Zhang Xiaoqin, Xiang Yongjia, Yao Jie, Hu Xin, Wang Yangyun, Liu Liping, Wang Yan, Wu Yi
Department of Digital Medicine, College of Biomedical Engineering and Medical Imaging, Army Medical University (Third Military Medical University), Chongqing, China.
School of Mathematical Sciences, Chongqing Normal University, Chongqing, China.
Quant Imaging Med Surg. 2023 Jul 1;13(7):4181-4195. doi: 10.21037/qims-22-1198. Epub 2023 May 24.
Pelvic organ prolapse (POP) is a pelvic floor dysfunction disease which affects females. The volume of pelvic floor muscle, especially the levator ani muscle (LAM), is an important indicator of pelvic floor function. However, muscle volume measurements depend on manual segmentation, which is clinically time-consuming. In this work, we present an efficient automatic segmentation model of pelvic floor muscles with magnetic resonance imaging (MRI) based on DenseUnet, to achieve muscle volume calculation and provide a reference for the assessment of pelvic floor function.
A total of 49 female pelvic floor magnetic resonance (MR) series were retrospectively enrolled from the First Affiliated Hospital of Army Military Medical University between 2013 and 2021, including 21 normal participants and 28 patients with stage 1-4 POP. The LAM, internal obturator muscle (IOM), and external anal sphincter (EAS) were manually segmented. An improved DenseUnet was proposed for automatic segmentation of these 3 muscles. The Dice similarity coefficient (DSC), Hausdorff distance (HD), and average symmetrical surface distance (ASSD) were used to evaluate segmentation results. The segmentation performance of the improved DenseUnet was compared with those of standard DenseUnet, ResUnet, Unet++, and Unet.

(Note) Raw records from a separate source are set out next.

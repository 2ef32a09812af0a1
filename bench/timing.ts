/** Median wall time of `fn` over `repeats` runs after `warmup` runs, in milliseconds. */
export function medianMs(fn: () => unknown, repeats = 7, warmup = 2): number {
  for (let i = 0; i < warmup; i++) fn();
  const times: number[] = [];
  for (let i = 0; i < repeats; i++) {
    const t0 = performance.now();
    fn();
    times.push(performance.now() - t0);
  }
  times.sort((a, b) => a - b);
  return times[Math.floor(times.length / 2)];
}
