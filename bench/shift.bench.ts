/**
 * Shift engine speed: `npm run bench -- shift`. Invented synthetic sets (core/synthetic) with
 * isotherms × points per isotherm of 10×16, 50×100 and 200×2000, G' and G'' driving; then the live
 * re-fit of the desktop app: one curve locked at a new shift, warm start from the previous result,
 * on 15 isotherms. Targets on one core: 5 ms, 100 ms, 1 s; re-fit 16 ms. Prints wall time
 * (median after warm-up calls, bench/timing.ts) and CPU time per call, which is less disturbed
 * by other load on a shared machine, and the largest error of log10 aT against the known truth;
 * the very first call of a fresh process (which also compiles the code) is printed on its own.
 */
import { shiftIsotherms } from '../core/shift/index.ts';
import type { ShiftOptions } from '../core/shift/index.ts';
import { smoothProny, syntheticIsotherms } from '../core/synthetic/index.ts';
import { medianMs } from './timing.ts';

/** Power-law melt spectrum wide enough for every reduced window used below (invented). */
const spectrum = smoothProny({
  tauMinS: 1e-40,
  tauMaxS: 1e12,
  modesPerDecade: 1,
  glassyModulusPa: 1e9,
  equilibriumModulusPa: 0,
  slope: 0.5,
});

/** About 0.25 decades of shift between neighbouring isotherms, 2 K apart (invented law). */
function synthetic(isotherms: number, points: number) {
  const decades = 3;
  return syntheticIsotherms({
    testKind: 'oscillatory',
    deformation: 'shear',
    referenceK: 450,
    temperaturesK: Array.from(
      { length: isotherms },
      (_, i) => 450 + 2 * (i - Math.floor(isotherms / 2)),
    ),
    components: [{ prony: spectrum, law: { kind: 'arrhenius', activationEnergyJPerMol: 4.8e5 } }],
    xMin: 0.1,
    xMax: 0.1 * 10 ** decades,
    pointsPerDecade: (points - 1) / decades,
    relativeNoise: 0.02,
    seed: 1,
    name: 'invented benchmark melt',
  });
}

const dataset = (isotherms: number, points: number) => synthetic(isotherms, points).dataset;

/** CPU time per call (user + system), ms: less sensitive than wall time to other load. */
function cpuMs(fn: () => unknown, repeats: number): number {
  const c0 = process.cpuUsage();
  for (let i = 0; i < repeats; i++) fn();
  const c = process.cpuUsage(c0);
  return (c.user + c.system) / 1000 / repeats;
}

interface Figures {
  wallMs: number;
  cpuMs: number;
  error: number;
}

/** Median wall and CPU time per call of one configuration (after warm-up) and its accuracy. */
function measure(
  d: ReturnType<typeof synthetic>,
  options: Partial<ShiftOptions>,
  repeats: number,
  warmup: number,
): Figures {
  const run = () => shiftIsotherms(d.dataset, { referenceK: 450, ...options });
  const wallMs = medianMs(run, repeats, warmup);
  const cpu = cpuMs(run, repeats);
  const r = run();
  const error = r.curves.reduce(
    (m, c, k) => Math.max(m, Math.abs((c.log10aT ?? NaN) - d.truth.log10aT[k])),
    0,
  );
  return { wallMs, cpuMs: cpu, error };
}

function line(label: string, n: number, p: number, f: Figures, target: number): string {
  return `${label.padEnd(26)} ${String(n).padStart(3)}×${String(p).padEnd(5)} wall ${f.wallMs.toFixed(1).padStart(7)} ms, cpu ${f.cpuMs.toFixed(1).padStart(7)} ms (target ≤ ${target} ms); max |Δlog10 aT| ${f.error.toFixed(4)}`;
}

export async function run(): Promise<void> {
  // [isotherms, points, target ms, repeats, warm-up calls]: small calls need many warm-up calls
  // before the JIT has optimised the hot loops (a long-running app is in that state).
  const sizes: [number, number, number, number, number][] = [
    [10, 16, 5, 41, 100],
    [50, 100, 100, 9, 4],
    [200, 2000, 1000, 3, 1],
  ];
  const modes = [
    ['full (with checks)', {}],
    ['fit only (checks: false)', { checks: false }],
  ] as const;
  const rows = new Map<string, { n: number; p: number; target: number; f: Figures }[]>();
  for (const [n, p, target, repeats, warmup] of sizes) {
    const d = synthetic(n, p);
    // The first call in a fresh process also compiles the code (JIT): reported on its own.
    const t0 = performance.now();
    shiftIsotherms(d.dataset, { referenceK: 450 });
    const cold = performance.now() - t0;
    console.log(
      `${'first call, cold'.padEnd(26)} ${String(n).padStart(3)}×${String(p).padEnd(5)} wall ${cold.toFixed(1).padStart(7)} ms`,
    );
    for (const [label, options] of modes) {
      const f = measure(d, options, repeats, warmup);
      if (!rows.has(label)) rows.set(label, []);
      rows.get(label)!.push({ n, p, target, f });
    }
  }
  for (const [label, list] of rows) {
    list.forEach((row, i) => {
      console.log(line(label, row.n, row.p, row.f, row.target));
      if (i > 0) {
        const prev = list[i - 1];
        console.log(
          `${''.padEnd(26)} growth: ${(row.f.cpuMs / prev.f.cpuMs).toFixed(1)}× cpu time for ${((row.n * row.p) / (prev.n * prev.p)).toFixed(0)}× points`,
        );
      }
    });
  }
  // Live re-fit: lock one curve at a new shift, warm start from the previous result.
  const d = dataset(15, 16);
  const first = shiftIsotherms(d, { referenceK: 450 });
  const initial = Object.fromEntries(first.curves.map((c) => [c.id, c.log10aT ?? 0]));
  const dragged = { id: d.isotherms[3].id, log10aT: (first.curves[3].log10aT ?? 0) + 0.1 };
  for (const [label, checks] of [
    ['re-fit, warm, with checks', true],
    ['re-fit, warm, no checks', false],
  ] as const) {
    const ms = medianMs(
      () =>
        shiftIsotherms(d, { referenceK: 450, locked: [dragged], initialLog10aT: initial, checks }),
      21,
      3,
    );
    console.log(`${label.padEnd(26)}  15×16     ${ms.toFixed(1).padStart(8)} ms  (target ≤ 16 ms)`);
  }
}
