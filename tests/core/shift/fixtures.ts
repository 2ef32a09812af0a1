/**
 * Invented, seeded test materials for the shift engine (no real lab data). Spectra are chosen so
 * that the measured windows hold features the shift can grip: a melt whose terminal zone
 * (G' ∝ ω², G'' ∝ ω) lies in the window, a rubber across its glass–rubber transition, and a
 * relaxation modulus falling steeply through the window. Temperatures are spaced so that
 * neighbouring isotherms overlap by two decades or more (common practice when planning TTS tests).
 */
import { smoothProny, syntheticCreep, syntheticIsotherms } from '../../../core/synthetic';
import type {
  ShiftLaw,
  SyntheticCreepOptions,
  SyntheticDensity,
  SyntheticOptions,
} from '../../../core/synthetic';
import type { ShiftResult } from '../../../core/shift';
import { expectAbsClose } from '../../helpers/assert-close';
import type { PronySeries } from '../../../core/spectrum/prony-model';
import type { Dataset } from '../../../core/data/types';
import { buildProblem } from '../../../core/shift/build-problem';

/** Invented Prony spectrum, two modes per decade (all fixtures use this density). */
const spectrum = (
  tauMinS: number,
  tauMaxS: number,
  glassyModulusPa: number,
  equilibriumModulusPa: number,
  slope: number,
): PronySeries =>
  smoothProny({
    tauMinS,
    tauMaxS,
    modesPerDecade: 2,
    glassyModulusPa,
    equilibriumModulusPa,
    slope,
  });

/** Melt: power-law modes up to 1 s, no equilibrium modulus → terminal zone below ~1 rad/s. */
export const MELT: PronySeries = spectrum(1e-5, 1, 1e6, 0, 0.3);

/** Rubber across its transition: 1 GPa glassy to 1 MPa rubbery. */
export const RUBBER: PronySeries = spectrum(1e-8, 1e3, 1e9, 1e6, 0.6);

/** Relaxation: G(t) ∝ t^−0.9 through the window (steep, so one quantity suffices). */
export const RELAXING: PronySeries = spectrum(1e-4, 1e7, 1e12, 1e3, 0.9);

/**
 * 'Universal' WLF constants at about Tg + 50 K: C1 = 8.86, C2 = 101.6 K (Williams, Landel & Ferry,
 * J. Am. Chem. Soc. 77, 3701, 1955).
 */
export const WLF_UNIVERSAL: ShiftLaw = { kind: 'wlf', c1: 8.86, c2K: 101.6 };
/**
 * Polybutadiene (96 % cis), T0 = 298 K: C1 = 3.44, C2 = 196.6 K (Physical Properties of Polymers
 * Handbook, J. E. Mark ed., table of WLF parameters; as quoted in docs/conventions.md §3).
 */
export const WLF_POLYBUTADIENE: ShiftLaw = { kind: 'wlf', c1: 3.44, c2K: 196.6 };
/** Melt flow activation energy 60 kJ/mol, the order quoted for branched polyethylene (from memory). */
export const ARRHENIUS_MELT: ShiftLaw = { kind: 'arrhenius', activationEnergyJPerMol: 6e4 };
/** A steeper Arrhenius law, 200 kJ/mol (a secondary-transition-like value, invented). */
export const ARRHENIUS_STEEP: ShiftLaw = { kind: 'arrhenius', activationEnergyJPerMol: 2e5 };

export const temperatures = (
  referenceK: number,
  count: number,
  below: number,
  stepK: number,
): number[] => Array.from({ length: count }, (_, i) => referenceK + (i - below) * stepK);

export interface Case {
  name: string;
  options: Omit<SyntheticOptions, 'relativeNoise' | 'seed'>;
}

const osc = {
  testKind: 'oscillatory',
  deformation: 'shear',
  xMin: 0.1,
  xMax: 100,
  pointsPerDecade: 5,
} as const;
const rel = {
  testKind: 'relaxation',
  deformation: 'shear',
  xMin: 1,
  xMax: 1000,
  pointsPerDecade: 5,
} as const;

/** Temperature plan of a case: reference, number of isotherms, how many below it, step. */
type Plan = [referenceK: number, count: number, below: number, stepK: number];

/** One-component case on the window `base`, with temperatures from `plan`. */
const oneComponent = (
  name: string,
  base: typeof osc | typeof rel,
  [referenceK, count, below, stepK]: Plan,
  prony: PronySeries,
  law: ShiftLaw,
): Case => ({
  name,
  options: {
    ...base,
    referenceK,
    temperaturesK: temperatures(referenceK, count, below, stepK),
    components: [{ prony, law }],
  },
});

export const MELT_ARRHENIUS: Case = oneComponent(
  'melt, Arrhenius 60 kJ/mol, 10 isotherms 150–240 °C',
  osc,
  [463.15, 10, 4, 10],
  MELT,
  ARRHENIUS_MELT,
);
export const MELT_WLF_PB: Case = oneComponent(
  'melt, WLF polybutadiene constants, 11 isotherms 0–50 °C',
  osc,
  [298, 11, 5, 5],
  MELT,
  WLF_POLYBUTADIENE,
);
export const MELT_WLF_UNIVERSAL: Case = oneComponent(
  'melt, WLF universal constants, 11 isotherms 3 K apart',
  osc,
  [400, 11, 3, 3],
  MELT,
  WLF_UNIVERSAL,
);
export const RUBBER_WLF: Case = oneComponent(
  'rubber transition, WLF universal constants, 10 isotherms 4 K apart',
  osc,
  [300, 10, 4, 4],
  RUBBER,
  WLF_UNIVERSAL,
);
export const RELAX_WLF: Case = oneComponent(
  'relaxation, WLF universal constants, 10 isotherms 4 K apart',
  rel,
  [300, 10, 4, 4],
  RELAXING,
  WLF_UNIVERSAL,
);
export const RELAX_ARRHENIUS: Case = oneComponent(
  'relaxation, Arrhenius 200 kJ/mol, 10 isotherms 4 K apart',
  rel,
  [350, 10, 4, 4],
  RELAXING,
  ARRHENIUS_STEEP,
);

/** Two components with different shift laws: a thermorheologically complex (invented) blend. */
export const BLEND: Case = {
  name: 'blend of two melts with Arrhenius 30 and 120 kJ/mol',
  options: {
    ...osc,
    referenceK: 463.15,
    temperaturesK: temperatures(463.15, 10, 4, 10),
    components: [
      {
        prony: spectrum(1e-5, 1, 1e6, 0, 0.3),
        law: { kind: 'arrhenius', activationEnergyJPerMol: 3e4 },
      },
      {
        prony: spectrum(1e-2, 1e2, 1e5, 0, 0.3),
        law: { kind: 'arrhenius', activationEnergyJPerMol: 1.2e5 },
      },
    ],
  },
};

/** 8 % noise plus 30 % noise on the three lowest-x points of isotherms 8 and 9 (low torque). */
export const LOW_TORQUE = { isothermIndices: [7, 8], count: 3, relativeNoise: 0.3 };

/** The noise, seed, optional low-torque outliers and invented name every fixture set shares. */
function run(name: string, relativeNoise: number, seed: number, lowTorque: boolean) {
  return {
    relativeNoise,
    seed,
    ...(lowTorque ? { outliers: LOW_TORQUE } : {}),
    name: `invented ${name}`,
  };
}

export function make(c: Case, relativeNoise: number, seed: number, lowTorque = false) {
  return syntheticIsotherms({ ...c.options, ...run(c.name, relativeNoise, seed, lowTorque) });
}

/** Fit problem over every isotherm of `dataset`, G′ and G″ as drivers, horizontal shifts only. */
export function horizontalProblem(dataset: Dataset) {
  return buildProblem(dataset, {
    active: dataset.isotherms.map((_, k) => k),
    drivers: ['storageModulus', 'lossModulus'],
    fixedLog10bT: null,
    joint: false,
    minOverlapPoints: 4,
    maxPointsPerDecade: 40,
  });
}

/**
 * Appends to `z` the error over the standard error, (estimated − true log10 aT)/stdErr, of every
 * isotherm that has a standard error, in isotherm order.
 */
export function pushStandardisedErrors(
  z: number[],
  curves: { log10aT: number | null; log10aTStdErr: number | null }[],
  truth: number[],
): void {
  curves.forEach((cv, k) => {
    if (cv.log10aTStdErr) z.push((cv.log10aT! - truth[k]) / cv.log10aTStdErr);
  });
}

/** Root mean square of `z`. */
export const rootMeanSquare = (z: number[]): number =>
  Math.sqrt(z.reduce((a, b) => a + b * b, 0) / z.length);

/** Largest |estimated − true log10 aT| over the isotherms, decades. */
export function maxError(estimated: (number | null)[], truth: number[]): number {
  return estimated.reduce<number>(
    (m, v, k) => Math.max(m, v === null ? Infinity : Math.abs(v - truth[k])),
    0,
  );
}

/** Creep cases: the creep compliance of RELAXING (J ∝ t^0.9 through the window), 1–1000 s. */
export interface CreepCase {
  name: string;
  options: Omit<SyntheticCreepOptions, 'relativeNoise' | 'seed'>;
}
const creep = { deformation: 'shear', tMinS: 1, tMaxS: 1000, pointsPerDecade: 5 } as const;
const creepCase = (
  name: string,
  [referenceK, count, below, stepK]: Plan,
  law: ShiftLaw,
): CreepCase => ({
  name,
  options: {
    ...creep,
    referenceK,
    temperaturesK: temperatures(referenceK, count, below, stepK),
    prony: RELAXING,
    law,
  },
});
export const CREEP_WLF: CreepCase = creepCase(
  'creep, WLF universal constants, 10 isotherms 4 K apart',
  [300, 10, 4, 4],
  WLF_UNIVERSAL,
);
export const CREEP_ARRHENIUS: CreepCase = creepCase(
  'creep, Arrhenius 200 kJ/mol, 10 isotherms 4 K apart',
  [350, 10, 4, 4],
  ARRHENIUS_STEEP,
);

/** Creep set; `disturbed` gives the first three points of isotherms 8 and 9 30 % noise. */
export function makeCreep(c: CreepCase, relativeNoise: number, seed: number, disturbed = false) {
  return syntheticCreep({ ...c.options, ...run(c.name, relativeNoise, seed, disturbed) });
}

/**
 * The invented melt (MELT, Arrhenius 60 kJ/mol, Tref 463.15 K) at any temperatures and density of
 * points, 2 % noise: dense sweeps, closely spaced isotherms and, with `density`, an entropic bT.
 */
export function inventedMelt(o: {
  temperaturesK: number[];
  pointsPerDecade: number;
  seed: number;
  xMin?: number;
  xMax?: number;
  density?: SyntheticDensity;
}) {
  return syntheticIsotherms({
    testKind: 'oscillatory',
    deformation: 'shear',
    referenceK: 463.15,
    temperaturesK: o.temperaturesK,
    components: [{ prony: MELT, law: ARRHENIUS_MELT }],
    xMin: o.xMin ?? 0.1,
    xMax: o.xMax ?? 100,
    pointsPerDecade: o.pointsPerDecade,
    relativeNoise: 0.02,
    ...(o.density && { density: o.density }),
    seed: o.seed,
    name: 'invented melt',
  });
}

/** Asserts that the largest |estimated − true log10 aT| is at most `tolerance` decades. */
export function expectShiftsWithin(
  r: ShiftResult,
  truth: number[],
  tolerance: number,
  what: string,
): void {
  expectAbsClose(
    maxError(
      r.curves.map((c) => c.log10aT),
      truth,
    ),
    0,
    tolerance,
    what,
  );
}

The improved DenseUnet showed a good performance. The average DSC and standard deviation of the LAM, IOM, and EAS was 0.758±0.151, 0.716±0.173, and 0.810±0.147, respectively. The average HD was 22.41, 19.00, and 36.01 mm, respectively; and the average ASSD was 3.66, 3.80, and 5.23 mm, respectively. The average DSC and standard deviation of the normal group and POP group was 0.779±0.166 and 0.757±0.154, respectively. There was no significant difference between the muscle volume of the improved DenseUnet and manual segmentation (all P values >0.05). The average total segmentation time for 1 case was 10.18 s on our setup, which is much lower than the manual segmentation time of 45 minutes.
The improved DenseUnet segments the pelvic floor muscles in MRI quickly and efficiently, with good precision and faster speed than those of manual segmentation. This can assist doctors in quickly segmenting pelvic floor muscles, calculating muscle volume, and further evaluating pelvic floor function.
盆腔器官脱垂(POP)是一种影响女性的盆底功能障碍性疾病。盆底肌肉的体积,尤其是肛提肌(LAM),是盆底功能的一个重要指标。然而,肌肉体积测量依赖于手动分割,这在临床上很耗时。在本研究中,我们基于密集型U-Net提出了一种利用磁共振成像(MRI)对盆底肌肉进行高效自动分割的模型,以实现肌肉体积计算,并为盆底功能评估提供参考。
回顾性纳入2013年至2021年间陆军军医大学第一附属医院的49例女性盆底磁共振(MR)序列,包括21名正常参与者和28例1-4期POP患者。对LAM、闭孔内肌(IOM)和肛门外括约肌(EAS)进行手动分割。提出一种改进的密集型U-Net用于这3种肌肉的自动分割。采用骰子相似系数(DSC)、豪斯多夫距离(HD)和平均对称表面距离(ASSD)来评估分割结果。将改进的密集型U-Net的分割性能与标准密集型U-Net、ResU-Net、U-Net++和U-Net的分割性能进行比较。
改进的密集型U-Net表现良好。LAM、IOM和EAS的平均DSC及标准差分别为0.758±0.151、0.716±0.173和0.810±0.147。平均HD分别为22.41、19.00和36.01mm;平均ASSD分别为3.66、3.80和5.23mm。正常组和POP组的平均DSC及标准差分别为0.779±0.166和0.757±0.154。改进的密集型U-Net分割的肌肉体积与手动分割结果之间无显著差异(所有P值>0.05)。在我们的设备上,1例的平均总分割时间为10.18秒,远低于45分钟的手动分割时间。
改进的密集型U-Net能快速、高效地对MRI中的盆底肌肉进行分割,精度良好,速度比手动分割更快。这有助于医生快速分割盆底肌肉、计算肌肉体积,并进一步评估盆底功能。